Records from a collection:

----

// A network of plots: many site files run on the threads of one machine, each on its own,
// and a summary of them side by side (drainage at each recharge plane per visit interval, the
// Darcy and water-table estimates, the fit of the heads, the season totals). A site that cannot
// be read or whose solver fails is recorded with its reason; the others go on. Prints nothing.
#pragma once

#include <filesystem>
#include <functional>
#include <limits>
#include <optional>
#include <string>
#include <vector>

#include "wetfront/profiles/study_file.hpp"
#include "wetfront/site/run_season.hpp"

namespace wetfront::site {

// A network file (docs/network-file.md): its name, the site files (relative paths resolved
// against the network file's folder) and where the summary goes (NAME-sites.csv,
// NAME-intervals.csv and NAME.h5; relative to the network file's folder).
struct NetworkPlan {
  std::string name;
  std::vector<std::filesystem::path> site_files;
  std::filesystem::path summary;  // without extension
};

// Reads a network file. Throws base::InputError naming the file, line and key: unknown keys, no
// sites, a site listed twice, a summary name with a folder that does not exist.
NetworkPlan load_network_file(const std::filesystem::path& network_file);

// A plan from site files given directly; throws base::InputError for none, one given twice or a
// summary in a folder that does not exist.
NetworkPlan network_of_sites(std::vector<std::filesystem::path> site_files, std::filesystem::path summary);

enum class SiteStatus { done, bad_input, solver_failure, program_fault };
std::string status_text(SiteStatus status);  // "done", "bad input", "solver failure", "program fault"

struct NetworkInterval {
  std::string start_date, end_date;   // ISO 8601
  double start_day = 0, end_day = 0;  // days since the site's run start
  double drainage_cm = 0;             // model: net downward flux across the recharge plane
  std::optional<double> darcy_cm;     // empty: the site has no tensiometer pair or no usable reading
  std::optional<double> water_table_cm;
};

struct NetworkSite {
  std::filesystem::path site_file;
  std::string name;  // from the site file; the file name when it could not be read
  SiteStatus status = SiteStatus::done;
  std::string reason;              // why the site did not finish; empty when done
  std::string run_start, run_end;  // ISO 8601; run_end: where the run reached
  std::string input_hash;          // the run record's digest of the site's inputs
  double plane_depth_cm = std::numeric_limits<double>::quiet_NaN();
  // Season totals (cm; fluxes positive downward, evaporation etc. positive amounts).
  double water_input_cm = 0, runoff_cm = 0, evaporation_cm = 0, transpiration_cm = 0, storage_change_cm = 0,
         drainage_cm = 0, bottom_flux_cm = 0;
  std::optional<double> darcy_cm, water_table_cm;  // sums over the intervals that have one; empty: none has
  // Pooled tensiometers: simulated minus observed pressure head.
  int head_readings = 0;
  std::optional<double> head_rmse_cm, head_bias_cm;
  std::vector<NetworkInterval> intervals;
  bool has_run() const { return status == SiteStatus::done || status == SiteStatus::solver_failure; }
};

// Called on a worker thread with each site's setup before its run, e.g. to check that its
// files may be written. What it throws makes the site a failure (bad input) and it is not run.
using SiteStarting = std::function<void(const SiteSetup&)>;
// Called on a worker thread with each site's finished (or partially finished) run, e.g. to
// write its own files. What it throws makes the site a failure (bad input) with that reason;
// its summary values stay, but has_run() is then false.
using SiteFinished = std::function<void(const SeasonResult&)>;
// Called under a lock after each site with the number of sites done so far.
using NetworkProgress = std::function<void(std::size_t done, const NetworkSite& site)>;

// The summary of one season result.
NetworkSite summarise_site(const std::filesystem::path& site_file, const SeasonResult& result);

// One site of a network: loads it, calls starting, runs the season, summarises it and calls
// finished. Never throws: a failure is the site's status and reason.
NetworkSite run_network_site(const std::filesystem::path& site_file, const std::string& program_version,
                             const SiteFinished& finished = {}, const SiteStarting& starting = {});

// A site's summary as bytes (for a studies::TaskRunner); decode(encode(s)) == s bit for bit.
std::string encode_network_site(const NetworkSite& site);
NetworkSite decode_network_site(std::string_view bytes);

// Runs every site of the plan on studies::thread_count(threads) threads. The result lists the
// sites in plan order and does not depend on the number of threads.
std::vector<NetworkSite> run_network(const NetworkPlan& plan, unsigned threads, const std::string& program_version,
                                     const SiteFinished& finished = {}, const NetworkProgress& progress = {},
                                     const SiteStarting& starting = {});

// The summary as the tables of an HDF5 file (layout in docs/hdf5-layout.md, "Network summary").
profiles::StudyRecord network_record(const NetworkPlan& plan, const std::vector<NetworkSite>& sites,
                                     const std::string& program_version, const std::string& run_id = {});

}  // namespace wetfront::site
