// A season anchored on the readings of each visit: an ensemble of the season whose members'
// soil water is updated at every visit with readings by the ensemble Kalman filter
// (studies/ensemble_filter.hpp). docs/anchored-season.md states what the method assumes.
//
// Members: parameter sets drawn from the [[adjustable]] ranges (Latin hypercube,
// parameter_sampling.hpp), or around the values of a calibration file with the covariance of
// that fit, truncated to the ranges (parameter_uncertainty.hpp). Each member runs from one visit with readings to the
// next; there its forecast is compared with the visit's tensiometer, probe and core readings (the same readings and
// reading uncertainties as the [fit] objective, a reading belonging to the visit nearest to it within
// kVisitReadingWindowDays) and updated, and the next stretch restarts from the analysed heads.
//
// Localisation: a cell is updated only from readings within 2 x AnchorSettings::reach_cm of it,
// with weights falling smoothly with distance; the parameters (with --update-parameters) from
// every reading.
//
// Update variable: the pressure head of every cell as log10(1 cm + suction) (and, on request,
// the adjustable parameters on their search scale: state augmentation). Heads, not water
// contents: members whose soils differ hold different water at the same heads, and a water
// content update pushes each off its own retention curve (src/member_state.hpp says how that
// pumped water through the members). Analysed heads are held where the member's soil holds a
// water content strictly inside (theta_r, theta_s), so every member stays physical. The stored
// water an update adds or removes (and any pond the restart drops; with parameter updates also
// the change of the soil's water at the same heads) is the interval's own balance term
// `update_cm`; it never enters drainage.
#pragma once

#include <cstdint>
#include <filesystem>
#include <functional>
#include <optional>
#include <string>
#include <vector>

#include "wetfront/site/parameter_runs.hpp"
#include "wetfront/site/sensor_check.hpp"

namespace wetfront::site {

struct AnchorSettings {
  std::size_t members = 64;
  std::uint64_t seed = 1;
  bool update_parameters = false;  // state augmentation with the adjustable parameters
  unsigned threads = 0;            // 0: all cores; results do not depend on it
  // Localisation: a cell's update from a reading fades with their distance apart and stops at
  // twice this (studies::gaspari_cohn); 0: every cell from every reading.
  double reach_cm = 30.0;
  // Empty: members from the [[adjustable]] ranges. Else a calibration file (`wetfront calibrate`)
  // of the same parameters: members around its values with its covariance.
  std::filesystem::path calibration_file{};
};

// One member over one visit interval, cm of water.
struct MemberInterval {
  double drainage_cm = 0;       // across the recharge plane, positive downward
  double net_inflow_cm = 0;     // water input - evaporation - runoff - transpiration - bottom flux
  double update_cm = 0;         // added by the update at the interval's start (negative: removed)
  double soil_change_cm = 0;    // part of update_cm: a parameter update's new soil holding other water at the
                                // same heads (0 without parameter updates)
  double storage_start_cm = 0;  // soil and pond at the start, before the update
  double storage_end_cm = 0;    // soil and pond at the end, before any update there
  double balance_error_cm = 0;  // (end - start) - net inflow - update
};

// One reading compared at a visit.
struct VisitReading {
  std::string sensor;
  std::string quantity;  // kPressureHead or kWaterContent
  double depth_cm = 0;
  double day = 0;          // when it was read
  double value = 0;        // cm or cm3/cm3
  double uncertainty = 0;  // sd of the reading error, same unit
  double forecast_mean = 0;
  double forecast_spread = 0;  // sd of the members' forecasts
  double analysis_mean = 0;    // the members' mean after the update, at the same place
};

struct VisitUpdate {
  double day = 0;
  std::string date;  // ISO 8601, as the site file gives it
  std::vector<VisitReading> readings;
  std::vector<double> stored_water_increment_cm;  // per member (dropped members: NaN)
  bool collapsed = false;                         // forecast spread far below the reading uncertainty
  bool outside = false;                           // innovations well outside spread and uncertainty together
};

struct AnchoredSeason {
  AnchorSettings settings;
  std::vector<double> interval_start_days, interval_end_days;
  std::vector<studies::ParameterSet> drawn_parameters;  // per member, as drawn
  std::vector<studies::ParameterSet> final_parameters;  // per member, after the last update
  std::vector<std::vector<MemberInterval>> members;     // [member][interval]
  std::vector<bool> member_complete;                    // false: the solver or an update failed
  std::vector<std::string> member_failures;             // why, per member (empty when complete)
  std::vector<VisitUpdate> visits;                      // visits with readings, in time order
  std::size_t readings_not_at_a_visit = 0;              // readings no visit lies near: not used
  std::vector<double> free_run_drainage_cm;             // the site's own values, per interval
  std::optional<DarcyCheck> darcy;                      // of the free run's readings, per interval
  std::optional<WaterTableCheck> water_table;
  std::vector<std::string> warnings;            // collapse, innovations outside the spread
  std::vector<std::string> interval_end_dates;  // ISO 8601, for reports
  std::string input_hash;                       // of the site file and its records
};

// The mean and central 90 % band (5th and 95th percentiles, studies::percentile) of values over
// members; NaN for no values. The bands of an interval take the complete members' values.
struct EnsembleBand {
  double mean = 0, lower = 0, upper = 0;
};
EnsembleBand ensemble_band(const std::vector<double>& values);
EnsembleBand drainage_band(const AnchoredSeason& season, std::size_t interval);
EnsembleBand update_band(const AnchoredSeason& season, std::size_t interval);
EnsembleBand soil_change_band(const AnchoredSeason& season, std::size_t interval);

// Runs the anchored season of the site. Throws base::InputError naming the site file for no
// adjustable parameters, fewer than two members, or fewer than two members left complete, for
// records the season cannot use, and naming the calibration file for one that does not fit. progress(done, planned)
// counts member stretches.
AnchoredSeason run_anchored_season(const SiteSetup& site, const ParameterStudy& study, const AnchorSettings& settings,
                                   const std::string& program_version,
                                   const std::function<void(std::size_t, std::size_t)>& progress = {});

}  // namespace wetfront::site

----

Lines from the top of the data above through the line containing "not be read" must be repeated exactly. All other lines stay out.

// A network of plots: many site files run on the threads of one machine, each on its own,
// and a summary of them side by side (drainage at each recharge plane per visit interval, the
// Darcy and water-table estimates, the fit of the heads, the season totals). A site that cannot
// be read or whose solver fails is recorded with its reason; the others go on. Prints nothing.
#pragma once

#include <filesystem>
#include <functional>
#include <limits>
#include <optional>
#include <string>
#include <vector>

#include "wetfront/profiles/study_file.hpp"
#include "wetfront/site/run_season.hpp"

namespace wetfront::site {

// A network file (docs/network-file.md): its name, the site files (relative paths resolved
// against the network file's folder) and where the summary goes (NAME-sites.csv,
// NAME-intervals.csv and NAME.h5; relative to the network file's folder).
struct NetworkPlan {
  std::string name;
  std::vector<std::filesystem::path> site_files;
  std::filesystem::path summary;  // without extension
};

// Reads a network file. Throws base::InputError naming the file, line and key: unknown keys, no
// sites, a site listed twice, a summary name with a folder that does not exist.
NetworkPlan load_network_file(const std::filesystem::path& network_file);

// A plan from site files given directly; throws base::InputError for none, one given twice or a
// summary in a folder that does not exist.
NetworkPlan network_of_sites(std::vector<std::filesystem::path> site_files, std::filesystem::path summary);

enum class SiteStatus { done, bad_input, solver_failure, program_fault };
std::string status_text(SiteStatus status);  // "done", "bad input", "solver failure", "program fault"

struct NetworkInterval {
  std::string start_date, end_date;   // ISO 8601
  double start_day = 0, end_day = 0;  // days since the site's run start
  double drainage_cm = 0;             // model: net downward flux across the recharge plane
  std::optional<double> darcy_cm;     // empty: the site has no tensiometer pair or no usable reading
  std::optional<double> water_table_cm;
};

struct NetworkSite {
  std::filesystem::path site_file;
  std::string name;  // from the site file; the file name when it could not be read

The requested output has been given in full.